July 20, 2010
WILLIAM M. WALKER, APPELLANT,
BOARD OF REVIEW AND U.S. SECURITY ASSOCIATES, INC. RESPONDENTS.
On appeal from a Final Decision of the Board of Review, Department of Labor, No. 215,419.
NOT FOR PUBLICATION WITHOUT THE APPROVAL OF THE APPELLATE DIVISION
Submitted May 18, 2010
Before Judges Wefing and Messano.
William Walker appeals from the final decision of the Board of Review (the Board) that denied his application for unemployment compensation benefits. We have considered the arguments raised on appeal in light of the record and applicable legal standards. We affirm.
Walker was employed by U.S. Security Associates, Inc. as a security guard. The testimony before the hearing officer revealed that he failed to report to work after November 5, 2008 because he was arrested and incarcerated until December 4. He admitted that during that time, he did not contact his employer and did not arrange for anyone to contact it on his behalf. His application for benefits was denied and the Appeal Tribunal affirmed that denial, finding Walker was ineligible pursuant to N.J.S.A. 43:21-5(a), in that he had "left work voluntarily without good cause attributable to such work." The Board issued its final decision on July 8, 2009, affirming the decision of the Appeal Tribunal, and this appeal followed.
Walker contends that he "was separated from [his] [e]mployment due to forces beyond [his] control." In particular, he notes that he was arrested in his apartment "for a disturbance . . . for celebrating the victory of President Obama." We gather from his brief that he contends his subsequent incarceration was unjustified and that his separation from his employment was not voluntary. Our review of final agency action is quite limited. Brady v. Bd. of Review, 152 N.J. 197, 210 (1997) (citation omitted). "[I]f in reviewing an agency decision an appellate court finds sufficient credible evidence in the record to support the agency's conclusions, that court must uphold those findings even if the court believes that it would have reached a different result." In re Taylor, 158 N.J. 644, 657 (1999) (citations omitted).
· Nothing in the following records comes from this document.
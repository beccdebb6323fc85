'use client';

import type { ReactElement } from 'react';
import { FieldButton, FieldLink } from '@/components/field/parts/field-button';
import { Screen } from '@/components/field/parts/screen';
import { FIELD_ROOT } from '@/components/field/routing/field-route';

/** A screen failed. The records are not touched by that; says so, and offers two ways on. */
export function FieldFault({ onRetry }: { onRetry: () => void }): ReactElement {
  return (
    <div className="min-h-dvh bg-paper text-field text-ink">
      <Screen title="This screen failed">
        <p role="alert">
          What was shown as saved is still saved on this phone. Try again; if it fails again, go to the nests.
        </p>
        <div className="flex flex-wrap gap-gap">
          <FieldButton tone="main" onClick={onRetry}>
            Try again
          </FieldButton>
          <FieldLink href={FIELD_ROOT}>To the nests</FieldLink>
        </div>
      </Screen>
    </div>
  );
}
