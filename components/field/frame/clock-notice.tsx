'use client';

import type { ReactElement } from 'react';
import { clockWords } from '@/components/field/words/clock-words';
import { readMeta } from '@/lib/offline/dexie-store';
import { useRead } from '@/lib/offline/hooks/use-read';

/** Says that the phone's clock is off, as the office measured it. Nothing is refused for that. */
export function ClockNotice(): ReactElement | null {
  const meta = useRead(readMeta, ['meta']);
  const words = clockWords(meta?.skewMs ?? null);
  if (words === null) return null;
  return (
    <section aria-label="Clock" className="print-hidden border-b-2 border-warn bg-warn-wash px-gap py-4">
      <p>
        <strong>{words}</strong> Set it in the phone’s settings. What you record keeps the time this phone shows, and
        the office notes the difference.
      </p>
    </section>
  );
}
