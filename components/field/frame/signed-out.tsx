import type { ReactElement } from 'react';
import { LinkButton } from '@/components/ui/link-button';
import { Notice } from '@/components/ui/notice';
import { Screen } from '@/components/field/parts/screen';
import { RoofMark } from './roof-mark';
import { SIGN_IN_HREF } from './sign-in-again';

/** What a phone shows that knows nobody. `reachable`: the office answered just now. */
export function SignedOut({ reachable }: { reachable: boolean }): ReactElement {
  return (
    <div className="min-h-dvh bg-paper text-field text-ink">
      <header className="flex items-center gap-2 border-b-3 border-ink px-gap py-2 text-xl font-bold">
        <RoofMark />
        Undereave
      </header>
      <Screen title="Sign in to begin">
        <p>
          The first sign-in on a phone needs signal. After that the app opens without it, and what you record is kept on the phone
          until the office has it.
        </p>
        {!reachable && (
          <Notice tone="warn" title="No signal to the office just now">
            <p>Go where there is signal, sign in once, then go to the nest.</p>
          </Notice>
        )}
        <LinkButton tone="main" size="field" href={SIGN_IN_HREF}>
          Sign in
        </LinkButton>
      </Screen>
    </div>
  );
}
Furthermore, the Board's "'interpretation of statutes and regulations within its implementing and enforcing responsibility is ordinarily entitled to our deference.'" Wnuck v. N.J. Div. of Motor Vehicles, 337 N.J. Super. 52, 56 (App. Div. 2001) (quoting In re Appeal by Progressive Cas. Ins. Co., 307 N.J. Super. 93, 102 (App. Div. 1997)). Only if the Board's "action was arbitrary, capricious, or unreasonable" should it be disturbed. Brady, supra, 152 N.J. at 210.
We faced nearly identical facts in Fennell v. Bd. of Review, 297 N.J. Super. 319, 325 (App. Div.), certif. denied, 151 N.J. 464 (1997), where we said the following:
Appellant lost his job because of incarceration in default of bail. No matter how sympathetic the facts, this bore no relationship to his work. The agency's decision to disqualify appellant from benefits because he voluntarily left his job without good cause attributable to work is supported by substantial credible evidence and is neither arbitrary nor capricious.
A-5844-08T3 Our review of the record convinces us that the Board's decision in this case is consistent with our precedent, and "is supported by sufficient credible evidence on the record as a whole . . . ." R. 2:11-3(e)(1)(D).